● **What is required**
Range to output from the entries below: the line containing "y_B = B/2 − a/3, z_B = c/3;" through the line containing "def heel_grid(step_deg: float". Set it down exactly, ends included, nothing else.

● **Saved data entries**
=-=-=

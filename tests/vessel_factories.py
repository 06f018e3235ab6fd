"""Vessels built in code, straight from the frozen model, for the reference tests and the benchmark.

No files are read: every table here comes from a closed form, so a test that
evaluates one of these vessels compares the engine with mathematics, not with
another program's output.

* :func:`box_barge` — the box barge of checks.md §1 (L = 40, B = 10, D = 4 m):
  hydrostatics from the closed forms of §1.1 at several drafts, KN cross curves from
  the exact section formulas of §1.2/§1.4 at heel 0–90° in 5° steps, optional box
  tanks with analytic calibration (i = l·b³/12).
* :func:`parallel_sided_vessel` — a vessel of constant waterplane (TPC, LCF, MCTC and
  KMt constant over its draft range; LCB consistent with LCF), on which the textbook
  worked examples that give only Δ, KM, MCTC, LCF … can be posed as conditions.
* :func:`box_tank` — a rectangular tank with its exact calibration and, optionally,
  its exact moment of fluid transfer (checks.md §3.2).
* :func:`synthetic_vessel` — an N-item vessel and condition for the benchmark.

Analytic section formulas (checks.md §1.2, derived there and re-derived here).
Body axes: y across (+ starboard), z up from the keel; heeled φ to starboard, the
waterline is z = z0 + y·t (t = tan φ) and the submerged part lies below it.  For a
rectangle of breadth B, depth D and section area A = B·T:

1. wall-sided (waterline cuts both sides): y_B = B²t/(12T), z_B = T/2 + B²t²/(24T);
2. waterline cuts the bottom and the starboard side (bilge emerged, deck dry):
   submerged triangle with legs a = √(2A/t) on the bottom and c = a·t up the side,
   y_B = B/2 − a/3, z_B = c/3;
3. waterline cuts the port side and the deck (deck edge immersed, bilge wet):
   the dry triangle at the port deck corner has area E = BD − A, legs a' = √(2E/t)
   along the deck and c' = a'·t down the side, centroid (−B/2 + a'/3, D − c'/3);
   B = [BD·(0, D/2) − E·centroid]/A;
4. waterline cuts deck and bottom: z0 = t(A/D − B/2) + D/2; the submerged part is
   {y ≥ (z − z0)/t}, so with y_l(z) = (z − z0)/t,
   y_B = [B²D/4 − ((D − z0)³ + z0³)/(3t²)]/(2A),
   z_B = [(B/2 + z0/t)·D²/2 − D³/(3t)]/A.

KN = y_B·cos φ + z_B·sin φ (K stays on the centreline at the keel).
"""

from __future__ import annotations

import math
from dataclasses import dataclass

import numpy as np

from deckload.core.model import (
    CONSUMABLE_KINDS,
    Condition,
    CriteriaSettings,
    CrossCurves,
    DeckItem,
    FluidTransfer,
    FreeSurfaceSettings,
    HydrostaticTable,
    LimitCurve,
    MassItem,
    Particulars,
    Tank,
    TankCalibration,
    TankFill,
    Vessel,
    frozen_array,
)

RHO_SW = 1.025
"""Standard sea water (t/m³): standards.md §6.1 [C]."""

BARGE_L = 40.0
BARGE_B = 10.0
BARGE_D = 4.0
"""The checks.md §1 box barge (m)."""

BARGE_DRAFTS_M = tuple(np.round(np.arange(0.5, 3.5001, 0.25), 10))
"""Table drafts of the barge: 0.50 to 3.50 m in 0.25 m steps (the §1 checks fall on rows)."""

HEELS_DEG = tuple(float(h) for h in range(0, 91, 5))
"""Heel columns of every cross-curve table here by default: 0–90° in 5° steps."""


def heel_grid(step_deg: float = 5.0) -> tuple[float, ...]:
    """Heel columns 0–90° at ``step_deg`` (which must divide 90)."""
    n = round(90.0 / step_deg)
    if abs(n * step_deg - 90.0) > 1e-9:
        raise ValueError(f"heel step {step_deg}° does not divide 90°")
    return tuple(float(x) for x in np.round(np.linspace(0.0, 90.0, n + 1), 10))


# --------------------------------------------------------------------------- section formulas


def box_section_centroid(breadth_m: float, depth_m: float, draft_m: float, heel_rad: float) -> tuple[float, float]:
    """Centroid (y_B, z_B) in body axes of the submerged part of a heeled rectangle.

    Exact closed forms of checks.md §1.2 (regimes 1–4, see the module docstring),
    for a section of the same area as upright at ``draft_m``.  The regime is the one
    whose validity conditions hold.  Also used for a tank's liquid (B, D, T) → (b, h, d).
    """
    b, d, t_up = breadth_m, depth_m, draft_m
    area = b * t_up
    if not 0.0 < t_up < d:
        raise ValueError(f"draft {t_up} must lie strictly between 0 and the depth {d}")
    if heel_rad <= 0.0:
        return 0.0, t_up / 2.0
    if heel_rad >= math.pi / 2 - 1e-12:
        # On her side: submerged part is y ≥ B/2 − A/D over the full depth.
        return b / 2.0 - area / (2.0 * d), d / 2.0
    t = math.tan(heel_rad)
    eps = 1e-12
    # 1. wall-sided
    if b * t / 2.0 <= min(t_up, d - t_up) + eps:
        return b * b * t / (12.0 * t_up), t_up / 2.0 + b * b * t * t / (24.0 * t_up)
    # 2. bottom and starboard side
    a = math.sqrt(2.0 * area / t)
    if a <= b + eps and a * t <= d + eps:
        return b / 2.0 - a / 3.0, a * t / 3.0
    # 3. port side and deck
    e = b * d - area
    a3 = math.sqrt(2.0 * e / t)
    if a3 <= b + eps and a3 * t <= d + eps:
        ey, ez = -b / 2.0 + a3 / 3.0, d - a3 * t / 3.0
        return (0.0 - e * ey) / area, (b * d * d / 2.0 - e * ez) / area
    # 4. deck and bottom
    z0 = t * (area / d - b / 2.0) + d / 2.0
    y_b, y_d = -z0 / t, (d - z0) / t
    if not (y_b >= -b / 2.0 - 1e-9 and y_d <= b / 2.0 + 1e-9):
        raise AssertionError(f"no regime fits B={b} D={d} T={t_up} heel={math.degrees(heel_rad)}")
    yb = (b * b * d / 4.0 - ((d - z0) ** 3 + z0**3) / (3.0 * t * t)) / (2.0 * area)
    zb = ((b / 2.0 + z0 / t) * d * d / 2.0 - d**3 / (3.0 * t)) / area
    return yb, zb


def box_kn_m(breadth_m: float, depth_m: float, draft_m: float, heel_rad: float) -> float:
    """KN (m) of a box section: y_B·cos φ + z_B·sin φ (checks.md conventions)."""
    yb, zb = box_section_centroid(breadth_m, depth_m, draft_m, heel_rad)
    return yb * math.cos(heel_rad) + zb * math.sin(heel_rad)


def box_gz_m(breadth_m: float, depth_m: float, draft_m: float, kg_m: float, heel_rad: float) -> float:
    """Exact GZ (m) of a box: KN − KG·sin φ."""
    return box_kn_m(breadth_m, depth_m, draft_m, heel_rad) - kg_m * math.sin(heel_rad)


def box_dynamic_lever_mrad(breadth_m: float, depth_m: float, draft_m: float, kg_m: float, heel_rad: float) -> float:
    """Exact area under GZ from 0 to φ (m·rad) of a box (checks.md §1.3).

    area(0→φ) = y_B·sin φ + (KG − z_B)·cos φ − (KG − KB): the work of the righting
    couple equals the rise of B relative to G measured normal to the waterline.
    """
    yb, zb = box_section_centroid(breadth_m, depth_m, draft_m, heel_rad)
    return yb * math.sin(heel_rad) + (kg_m - zb) * math.cos(heel_rad) - (kg_m - draft_m / 2.0)


def wall_sided_heel_deg(gm_m: float, bm_m: float, lever_m: float) -> float:
    """First heel (degrees, up to 30°) where the wall-sided GZ = sin φ·(GM + ½·BM·tan²φ) reaches
    ``lever_m`` (the wall-sided formula, checks.md §1: exact for a box until the deck edge or the bilge
    enters the water), by bisection to the last bit."""
    lo, hi = 0.0, math.radians(30.0)
    for _ in range(100):
        mid = (lo + hi) / 2
        if math.sin(mid) * (gm_m + 0.5 * bm_m * math.tan(mid) ** 2) < lever_m:
            lo = mid
        else:
            hi = mid
    return math.degrees(lo)


def deck_edge_angle_rad(breadth_m: float, depth_m: float, draft_m: float) -> float:
    """Angle at which the wall-sided regime ends: tan φ = min(D − T, T)/(B/2)."""
    return math.atan(min(depth_m - draft_m, draft_m) / (breadth_m / 2.0))


# --------------------------------------------------------------------------- tanks


def box_tank(
    tank_id: str,
    *,
    length_m: float,
    breadth_m: float,
    height_m: float,
    lcg_m: float,
    tcg_m: float = 0.0,
    bottom_m: float = 0.0,
    kind: str = "ballast",
    density_t_m3: float = RHO_SW,
    pair: str | None = None,
    fs_category: str | None = None,
    steps: int = 20,
    with_transfer: bool = False,
    name: str | None = None,
) -> Tank:
    """A rectangular tank l × b × h with its exact calibration table.

    At sounding s: V = l·b·s, LCG = x_c, VCG = z_bottom + s/2, TCG = y_c, and the
    free surface is an l × b rectangle whose transverse second moment about its own
    centreline is i = l·b³/12 at every level (standards.md §4.3, textbook).
    ``fs_category`` defaults to 'variable' for consumables, 'fixed' otherwise
    (IS 2008 Part B 3.1.3).  With ``with_transfer`` the tank also carries its exact
    moment of fluid transfer M(f, φ) = v·[y_g·cos φ + (z_g − d/2)·sin φ] (checks.md
    §3.2) at fills 0–100 % in 5 % steps and heel 0–90° in 5° steps, and its worst band
    (fills whose M at 30° is within 10 % of the maximum) from the same formula.
    """
    s = np.linspace(0.0, height_m, steps + 1)
    n = len(s)
    i_fs = length_m * breadth_m**3 / 12.0
    cal = TankCalibration(
        sounding_m=frozen_array(s),
        volume_m3=frozen_array(length_m * breadth_m * s),
        lcg_m=frozen_array(np.full(n, lcg_m)),
        vcg_m=frozen_array(bottom_m + s / 2.0),
        tcg_m=frozen_array(np.full(n, tcg_m)),
        fsi_m4=frozen_array(np.full(n, i_fs)),
    )
    if fs_category is None:
        fs_category = "variable" if kind in CONSUMABLE_KINDS else "fixed"
    transfer = None
    band = (40.0, 60.0)
    if with_transfer:
        fills = np.arange(0.0, 100.0001, 5.0)
        heels = np.array(HEELS_DEG)
        moment = np.array([[box_transfer_moment_m4(length_m, breadth_m, height_m, f, math.radians(h))
                            for h in heels] for f in fills])
        transfer = FluidTransfer(frozen_array(fills), frozen_array(heels), frozen_array(moment))
        band = box_tank_worst_band_pct(length_m, breadth_m, height_m)
    return Tank(
        id=tank_id,
        name=name or f"Box tank {tank_id}",
        kind=kind,
        density_t_m3=density_t_m3,
        capacity_m3=length_m * breadth_m * height_m,
        calibration=cal,
        pair=pair,
        fs_category=fs_category,  # type: ignore[arg-type]
        transfer=transfer,
        worst_band_pct=band,
    )


def box_transfer_moment_m4(length_m: float, breadth_m: float, height_m: float, fill_pct: float, heel_rad: float) -> float:
    """Exact volumetric moment of fluid transfer of a box tank (m⁴), checks.md §3.2.

    M(φ) = v·[y_g·cos φ + (z_g − d/2)·sin φ], d = f·h the liquid depth, (y_g, z_g)
    the heeled liquid centroid from :func:`box_section_centroid` with (B, D, T) → (b, h, d).
    Zero when empty or full.
    """
    d = height_m * fill_pct / 100.0
    if d <= 0.0 or d >= height_m or heel_rad <= 0.0:
        return 0.0
    yg, zg = box_section_centroid(breadth_m, height_m, d, heel_rad)
    v = length_m * breadth_m * d
    return v * (yg * math.cos(heel_rad) + (zg - d / 2.0) * math.sin(heel_rad))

=-=-=

● **Your response**
   y_B = B/2 − a/3, z_B = c/3;
3. waterline cuts the port side and the deck (deck edge immersed, bilge wet):
   the dry triangle at the port deck corner has area E = BD − A, legs a' = √(2E/t)
   along the deck and c' = a'·t down the side, centroid (−B/2 + a'/3, D − c'/3);
   B = [BD·(0, D/2) − E·centroid]/A;
4. waterline cuts deck and bottom: z0 = t(A/D − B/2) + D/2; the submerged part is
   {y ≥ (z − z0)/t}, so with y_l(z) = (z − z0)/t,
   y_B = [B²D/4 − ((D − z0)³ + z0³)/(3t²)]/(2A),
   z_B = [(B/2 + z0/t)·D²/2 − D³/(3t)]/A.

KN = y_B·cos φ + z_B·sin φ (K stays on the centreline at the keel).
"""

from __future__ import annotations

import math
from dataclasses import dataclass

import numpy as np

from deckload.core.model import (
    CONSUMABLE_KINDS,
    Condition,
    CriteriaSettings,
    CrossCurves,
    DeckItem,
    FluidTransfer,
    FreeSurfaceSettings,
    HydrostaticTable,
    LimitCurve,
    MassItem,
    Particulars,
    Tank,
    TankCalibration,
    TankFill,
    Vessel,
    frozen_array,
)

RHO_SW = 1.025
"""Standard sea water (t/m³): standards.md §6.1 [C]."""

BARGE_L = 40.0
BARGE_B = 10.0
BARGE_D = 4.0
"""The checks.md §1 box barge (m)."""

BARGE_DRAFTS_M = tuple(np.round(np.arange(0.5, 3.5001, 0.25), 10))
"""Table drafts of the barge: 0.50 to 3.50 m in 0.25 m steps (the §1 checks fall on rows)."""

HEELS_DEG = tuple(float(h) for h in range(0, 91, 5))
"""Heel columns of every cross-curve table here by default: 0–90° in 5° steps."""


def heel_grid(step_deg: float = 5.0) -> tuple[float, ...]:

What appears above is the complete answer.